Kontroversi Empat Pulau
ACEH TODAY - Empat pulau yang secara historis milik Provinsi Daerah Istimewa Aceh, yakni Pulau Panjang, Pulau Mangkir Besar, Pulau Mangkir Kecil, dan Pulau Lipan, yang dialihkan ke Sumatera Utara seharusnya tidak terjadi. Atas dasar apapun, langkah itu bukan hanya kontra produktif, tapi juga menimbulkan friksi bahkan konflik antar dua provinsi.

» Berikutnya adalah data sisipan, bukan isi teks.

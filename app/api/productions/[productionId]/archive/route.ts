import { route, readJson } from "@/lib/http/respond";
import { requireMember } from "@/lib/auth/guards";
import { setProductionArchived } from "@/lib/data/production-lifecycle";
import { archiveProductionSchema } from "@/lib/validation/production-lifecycle";

type Ctx = { params: Promise<{ productionId: string }> };

/** Archive (true) or restore (false): the owner's. An archived production leaves the list; nothing is removed. */
export const PUT = route(async (req, { params }: Ctx) => {
  const { productionId, user } = await requireMember((await params).productionId, "production.archive");
  const { archived } = await readJson(req, archiveProductionSchema);
  return { production: await setProductionArchived({ productionId, userId: user.id, archived }) };
});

Sampai sekarang tidak ada kejelasan rasional, apa pertimbangan Kemendagri kok tiba-tiba memutuskan mengalihkan kepemilikan empat pulau itu. Apalagi, belum pernah ada wacana atau perbincangan riil ke tengah publik. Misalnya, ada permintaan terbuka dari Provinsi Sumatra Utara. Klaim sepihakpun yang biasa muncul dalam soal penguasaan kawasan, tak ada. Kok tiba-tiba Kemendagri mengeluarkan keputusan, yang bisa dianggap sepihak.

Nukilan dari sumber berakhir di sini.